Assistant Professor Adair Morse received the 2013 Best Empirical Finance Paper Award at the Western Finance Association Meeting for an article on Greek income tax evasion that attracted significant media coverage and helped shape tax policy.

The award was presented by Wharton Research Data Services, a research platform and tool for corporate, academic, and government institutions. Morse shared the award with her co-authors, Margarita Tsoutsoura of the University of Chicago Booth School of Business and Nikolaos Artavanis of the University of Massachusetts, Amherst.

"Their work has received unprecedented media coverage and has already ushered in significant changes in the Greek tax policy," Wharton Research Data Services wrote in announcing the award, which was presented at the Western Finance Association conference in June.

The trio's widely cited paper, “Tax Evasion Across Industries: Soft Credit Evidence From Greece,” examined Greek income tax evasion, banking, and credit. Morse and her co-authors found that wide-scale tax evasion in Greece accounts for at least $28 billion Euros in unreported taxable income – just among the self-employed. Using bank data on household borrowing from 2003 to 2010, they found that highly paid, highly educated professionals are at the forefront of tax evasion in Greece, including doctors, engineers, private tutors, financial services agents, accountants, and lawyers.
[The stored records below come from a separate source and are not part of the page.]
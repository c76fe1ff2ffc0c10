package summary

import (
	"bytes"
	"encoding/json"
	"fmt"

	"crestspeed/report/stats"
)

// Campaign is the summary.json of a campaign report: provenance (tool,
// configuration, every input file with its checksum), the settings the
// deployments share and those converted, the campaign block with each
// deployment and the pooled statistics, the method, timings and the path
// of every output.
type Campaign struct {
	Tool     map[string]string  `json:"tool"`
	Caution  string             `json:"caution"`
	Warnings []string           `json:"warnings"`
	Config   any                `json:"config"`
	Inputs   []FileInfo         `json:"inputs"`
	Settings CampaignSettings   `json:"settings"`
	Campaign CampaignBlock      `json:"campaign"`
	Method   map[string]any     `json:"method"`
	Timings  map[string]float64 `json:"timings_s"`
	Outputs  map[string]string  `json:"outputs"`
}

// CampaignSettings are the settings a campaign was computed with.
type CampaignSettings struct {
	// SteepnessBounds are the inner boundaries of the S_c classes.
	SteepnessBounds []float64 `json:"steepness_bounds"`
	// Reference are the reference settings every deployment shares, by
	// name (the definitions of S_c, c_p and c_loc, the crest-speed fit).
	Reference map[string]string `json:"reference"`
	// Conversions say, one sentence each, what was converted exactly to
	// pool deployments whose settings differ.
	Conversions        []string `json:"conversions"`
	BootstrapResamples int      `json:"bootstrap_resamples"`
	BootstrapSeed      uint64   `json:"bootstrap_seed"`
	Resampling         string   `json:"resampling"`
	MinClassTracks     int      `json:"min_class_tracks"`
	LambdaBinWidth     float64  `json:"lambda_bin_width"`
	LambdaMaxRatio     float64  `json:"lambda_max_ratio"`
	WindSpeedAttribute string   `json:"wind_speed_attribute"`
}

// CampaignBlock is the "campaign" block of summary.json.
type CampaignBlock struct {
	Deployments []DeploymentSummary `json:"deployments"`
	Counts      CampaignCounts      `json:"counts"`
	// CrestRatio are the pooled statistics of c_cr/c_p ("peak") and
	// c_cr/c_loc ("local") by steepness class, intervals from the
	// stratified bootstrap.
	CrestRatio map[string]stats.RatioStats `json:"crest_speed_ratio"`
	// FrontRatio are those of c_br/c_p and c_br/c_loc over the deployments
	// with whitecaps (absent when none has any).
	FrontRatio map[string]stats.RatioStats `json:"front_speed_ratio,omitempty"`
	// Lambda is the pooled Λ(c/c_p) (absent without whitecaps).
	Lambda *LambdaNormalised `json:"lambda_normalised,omitempty"`
	// PeakSteepness and WaveAge say how the ratios are set against the
	// sea state across deployments, and when a wind speed is not recorded.
	PeakSteepness string `json:"peak_steepness"`
	WaveAge       string `json:"wave_age"`
}

// CampaignCounts counts the pooled sample.
type CampaignCounts struct {
	Deployments             int `json:"deployments"`
	DeploymentsWithWhitecap int `json:"deployments_with_whitecaps"`
	CrestTracks             int `json:"crest_tracks"`
	CrestRows               int `json:"crest_rows"`
	CrestRowsWithSpeed      int `json:"crest_rows_with_speed"`
	Whitecaps               int `json:"whitecaps"`
	WhitecapRows            int `json:"whitecap_rows"`
	FramesRead              int `json:"frames_read"`
}

// DeploymentSummary is one deployment of a campaign.
type DeploymentSummary struct {
	Index          int     `json:"index"`
	Folder         string  `json:"track_folder"`
	Site           string  `json:"site"`
	StartUTC       string  `json:"start_utc"`
	EndUTC         string  `json:"end_utc"`
	DurationS      float64 `json:"duration_s"`
	FramesRead     int     `json:"frames_read"`
	Hm0            float64 `json:"hm0_m"`
	Tp             float64 `json:"tp_s"`
	PeakPhaseSpeed float64 `json:"peak_phase_speed_mps"`
	// PeakSpeedUncertainty is the relative standard uncertainty of c_p
	// (null when unknown).
	PeakSpeedUncertainty float64 `json:"peak_phase_speed_relative_uncertainty"`
	PeakWavelength       float64 `json:"peak_wavelength_m"`
	MeanDirection        float64 `json:"mean_direction_deg"`
	Depth                float64 `json:"depth_m"`
	PeakSteepness        float64 `json:"peak_steepness"`
	WindSpeed            float64 `json:"wind_speed_mps"`
	WaveAge              float64 `json:"wave_age"`
	CrestTracks          int     `json:"crest_tracks"`
	CrestRows            int     `json:"crest_rows"`
	CrestRowsWithSpeed   int     `json:"crest_rows_with_speed"`
	HasWhitecaps         bool    `json:"has_whitecaps"`
	WhitecapTracks       int     `json:"whitecap_tracks"`
	WhitecapRows         int     `json:"whitecap_rows"`
	// CrestRatio and FrontRatio are the deployment's own statistics on the
	// campaign's classes, intervals resampling its tracks.
	CrestRatio map[string]stats.RatioStats `json:"crest_speed_ratio"`
	FrontRatio map[string]stats.RatioStats `json:"front_speed_ratio,omitempty"`
	Lambda     *LambdaNormalised           `json:"lambda_normalised,omitempty"`
	// RecordInputs are the input files of the deployment's tracking run,
	// as its summary.json lists them.
	RecordInputs []FileInfo `json:"record_inputs"`
	// Conversions say what was converted for this deployment.
	Conversions []string `json:"conversions"`
}

// LambdaNormalised is Phillips's Λ against c/c_p: Λ̂(ĉ) = c_p Λ(c_p ĉ),
// breaking-front length per unit area per unit ĉ, m⁻¹ (see Jacobian).
type LambdaNormalised struct {
	Jacobian string  `json:"jacobian"`
	BinWidth float64 `json:"bin_width"`
	// Frames are the analysed frames averaged over (summed over the
	// deployments for the pooled curve).
	Frames int              `json:"frames"`
	Bins   []LambdaRatioBin `json:"bins"`
	// Integral is ∫ Λ̂ dĉ over the bins, m⁻¹; OutOfRange the front length
	// per frame with ĉ outside them, m.
	Integral   float64 `json:"integral_per_m"`
	OutOfRange float64 `json:"front_length_out_of_bins_m"`
}

// LambdaRatioBin is one bin [Lo, Hi) of c/c_p.
type LambdaRatioBin struct {
	Lo     float64 `json:"ratio_min"`
	Hi     float64 `json:"ratio_max"`
	Lambda float64 `json:"lambda_per_m"`
	Fronts int     `json:"front_samples"`
}

// JSON encodes the campaign summary, indented, with NaN written as null.
func (s *Campaign) JSON() ([]byte, error) {
	var buf bytes.Buffer
	enc := json.NewEncoder(&buf)
	enc.SetIndent("", "  ")
	enc.SetEscapeHTML(false)
	if err := enc.Encode(jsonSafe(s)); err != nil {
		return nil, fmt.Errorf("campaign summary cannot be encoded: %w", err)
	}
	return buf.Bytes(), nil
}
The researchers reviewed credit applications for consumer credit products at one of the ten large Greek banks from 2003 to 2010. They studied situations in which borrowers requested more money than they received from the bank. In these situations, Morse used the bank decision on the appropriate credit level to understand how much income the bank must have perceived individuals to have to back up the bank’s estimate of true income (versus taxed income). The authors termed such lending “soft credit” since the information about true income is soft information. The researchers infused this new insight with the observation that Greek banks have learned to adapt to an economy where income is often hidden to remain competitive.

The team's research was presented in Greece in September 2012 and already the Greek government is making policy changes in response to it. The Greek government has decided to eliminate tax-free income and is shifting to a model in which professionals carry some of the burden of proof of not having hidden income.

Beyond this direct impact, the researchers hope their work broadens both policy and academic perspectives on how institutions and businesses adapt to tax evasion endemic to occupations or sectors, and how countrywide economic outcomes can be sensitive to these adaptations.